But deer ticks transmit other diseases to humans as well, including anaplasmosis, babesiosis, and an emerging virus called Powassan. Cases of Powassan virus have risen dramatically in recent years in the United States, mostly in the Northeast and Great Lakes region.

Most people infected with Powassan do not experience symptoms, but for some, it can result in brain swelling and even death. There are currently no vaccines or treatments for Powassan virus infection. Prevention is primarily dependent on education and control.

In a new study, researchers at the Yale School of Public Health provide insights into the transmission dynamics of the Powassan virus that could help focus public health efforts and limit infections. The study found that the virus appears to be highly localized in its spread, meaning that the virus is maintained in scattered local hotspots with very limited mixing between hotspot sites.
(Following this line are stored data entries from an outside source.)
package org.saddlebook.register.internal;

import java.io.IOException;
import java.io.InputStream;
import java.security.MessageDigest;
import java.util.ArrayList;
import java.util.Arrays;
import java.util.HashMap;
import java.util.HashSet;
import java.util.LinkedHashMap;
import java.util.List;
import java.util.Map;
import java.util.OptionalLong;
import java.util.Set;
import org.saddlebook.api.service.Progress;
import org.saddlebook.api.task.Cancelled;
import org.saddlebook.register.api.Checkpoint;
import org.saddlebook.register.api.Digest;
import org.saddlebook.register.api.Head;
import org.saddlebook.register.api.LogRecord;
import org.saddlebook.register.api.MerkleTree;
import org.saddlebook.register.api.PartEntry;
import org.saddlebook.register.api.RecordKind;
import org.saddlebook.register.api.RegisterDamagedException;
import org.saddlebook.register.api.RegisterException;
import org.saddlebook.register.api.RegisterStore;
import org.saddlebook.register.api.SealedRecord;
import org.saddlebook.register.api.Verification;
import org.saddlebook.register.api.Verification.Difference;

/** Reads a whole register again and names what does not agree. One object per run. */
final class Verifier {
    private final RegisterStore store;
    private final List<Checkpoint> kept;
    private final Progress progress;
    private final List<Difference> differences = new ArrayList<>();
    private final Map<Long, RecordKind> kinds = new HashMap<>();
    private final Map<Digest, List<Use>> uses = new LinkedHashMap<>();
    private final Map<Long, Digest> roots = new HashMap<>();
    private Head stored = Head.EMPTY;
    private Head recomputed = Head.EMPTY;
    private long records;
    private long bytes;

    /** Where a part is named. */
    private record Use(long number, PartEntry part) {}

    Verifier(RegisterStore store, List<Checkpoint> kept, Progress progress) {
        this.store = store;
        this.kept = List.copyOf(kept);
        this.progress = progress;
    }

    Verification run() throws RegisterException, Cancelled {
        for (String finding : store.check()) {
            differ("store-damaged", OptionalLong.empty(), finding);
        }
        progress.check();
        try {
            Records.each(store, 1, this::record);
        } catch (RegisterDamagedException e) {
            differ("store-damaged", OptionalLong.empty(), e.getMessage());
        }
        progress.report(0.1, "checking parts");
        int done = 0;
        for (Map.Entry<Digest, List<Use>> part : uses.entrySet()) {
            progress.check();
            part(part.getKey(), part.getValue());
            done++;
            progress.report(0.1 + 0.9 * done / uses.size(), "checking parts");
        }
        checkpoints();
        return new Verification(records, uses.size(), bytes, recomputed, unreferenced(), differences);
    }

    private void record(SealedRecord sealed) throws RegisterException {
        long number = sealed.number();
        records++;
        boolean next = number == stored.size() + 1;
        for (long missing = stored.size() + 1; missing < number; missing++) {
            differ("record-missing", OptionalLong.of(missing), "Record " + missing + " is missing.");
        }
        byte[] content = sealed.bytes();
        Digest leaf = MerkleTree.leaf(content);
        if (!leaf.equals(sealed.receipt().leaf())) {
            differ(
                    "record-changed",
                    OptionalLong.of(number),
                    "Record " + number + " was changed: its bytes give the leaf hash " + leaf + ", sealed was "
                            + sealed.receipt().leaf() + ".");
        }
        if (next
                && !stored.grow(sealed.receipt().leaf()).equals(sealed.receipt().head())) {
            differ(
                    "head-changed",
                    OptionalLong.of(number),
                    "The tree stored with record " + number + " does not follow from the one before it: the record "
                            + "was moved, or its leaf hash or its tree was changed.");
        }
        // Each break is named once, where it is: the next record is held to what is stored with this one.
        stored = sealed.receipt().head();
        recomputed = recomputed.grow(leaf);
        roots.put(recomputed.size(), recomputed.root());
        try {
            content(number, RecordJson.read(number, content), content);
        } catch (RegisterException e) {
            differ("record-unreadable", OptionalLong.of(number), e.getMessage());
        }
    }

    private void content(long number, LogRecord record, byte[] content) {
        if (record.number() != number) {
            differ(
                    "record-moved",
                    OptionalLong.of(number),
                    "In the place of record " + number + " stands record " + record.number() + ".");
        }
        if (!Arrays.equals(RecordJson.canonical(record), content)) {
            differ(
                    "record-not-canonical",
                    OptionalLong.of(number),
                    "Record " + number + " is not in the canonical form of RFC 8785.");
        }
        if (record.target().isPresent()) {
            RecordKind target = kinds.get(record.target().getAsLong());
            if (target == null || !target.isEntry()) {
                differ(
                        "target-missing",
                        OptionalLong.of(number),
                        "Record " + number + " says that entry "
                                + record.target().getAsLong() + " is "
                                + record.kind().key() + ", and there is no such entry.");
            }
        }
        kinds.put(number, record.kind());
        for (PartEntry part : record.parts()) {
            uses.computeIfAbsent(part.sha256(), digest -> new ArrayList<>()).add(new Use(number, part));
        }
    }

    private void part(Digest digest, List<Use> named) throws RegisterException {
        MessageDigest sha = Digest.algorithm();
        long size = 0;
        try (InputStream in = store.part(digest)) {
            byte[] buffer = new byte[64 * 1024];
            for (int count = in.read(buffer); count >= 0; count = in.read(buffer)) {
                sha.update(buffer, 0, count);
                size += count;
            }
        } catch (RegisterDamagedException e) {
            for (Use use : named) {
                differ(
                        "part-missing",
                        OptionalLong.of(use.number()),
                        "The part " + use.part().name() + " of record " + use.number() + " cannot be read: "
                                + e.getMessage());
            }
            return;
        } catch (RegisterException e) {
            throw e; // a lock or a failing disk is no difference
        } catch (IOException e) {
            throw new RegisterException("A part cannot be read: " + e.getMessage(), e);
        }
        bytes += size;
        Digest found = Digest.of(sha.digest());
        for (Use use : named) {
            if (!found.equals(digest) || size != use.part().size()) {
                differ(
                        "part-changed",
                        OptionalLong.of(use.number()),
                        "The part " + use.part().name() + " of record " + use.number() + " was changed: found "
                                + size + " bytes with SHA-256 " + found + ", entered were "
                                + use.part().size() + " bytes with SHA-256 " + digest + ".");
            }
        }
    }

    private void checkpoints() {
        for (Checkpoint checkpoint : kept) {
            if (checkpoint.size() > recomputed.size()) {
                differ(
                        "records-lost",
                        OptionalLong.empty(),
                        "The checkpoint kept outside is of " + checkpoint.size() + " records, and the register has "
                                + recomputed.size() + ": records were removed from its end.");
            } else if (!checkpoint.root().equals(root(checkpoint.size()))) {
                differ(
                        "history-changed",
                        OptionalLong.empty(),
                        "The first " + checkpoint.size() + " records have the root hash " + root(checkpoint.size())
                                + ", and the checkpoint kept outside says " + checkpoint.root() + ".");
            }
        }
    }

    private Digest root(long size) {
        return size == 0 ? Head.EMPTY.root() : roots.get(size);
    }

    private long unreferenced() throws RegisterException {
        Set<Digest> rest;
        try {
            rest = new HashSet<>(store.parts());
        } catch (RegisterDamagedException e) {
            differ("store-damaged", OptionalLong.empty(), e.getMessage());
            return 0;
        }
        rest.removeAll(uses.keySet());
        return rest.size();
    }

    private void differ(String code, OptionalLong number, String message) {
        differences.add(new Difference(code, number, message));
    }
}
“It’s incredibly important to do surveillance to know what’s out there,” said Chantal Vogels, a research scientist in the Department of Epidemiology of Microbial Diseases at the Yale School of Public Health (YSPH) and a co-first author of the study.

By greatly expanding on what little genomic information scientists had before our study, Vogels said, “we were able to explore patterns of transmission and spread and unravel the ecology of the virus.”

Mapping viral spread

The team studied 279 samples of Powassan virus lineage 2 found in deer ticks (Ixodes scapularis, also called black-legged ticks) collected in Connecticut, New York, and Maine between 2008 and 2019.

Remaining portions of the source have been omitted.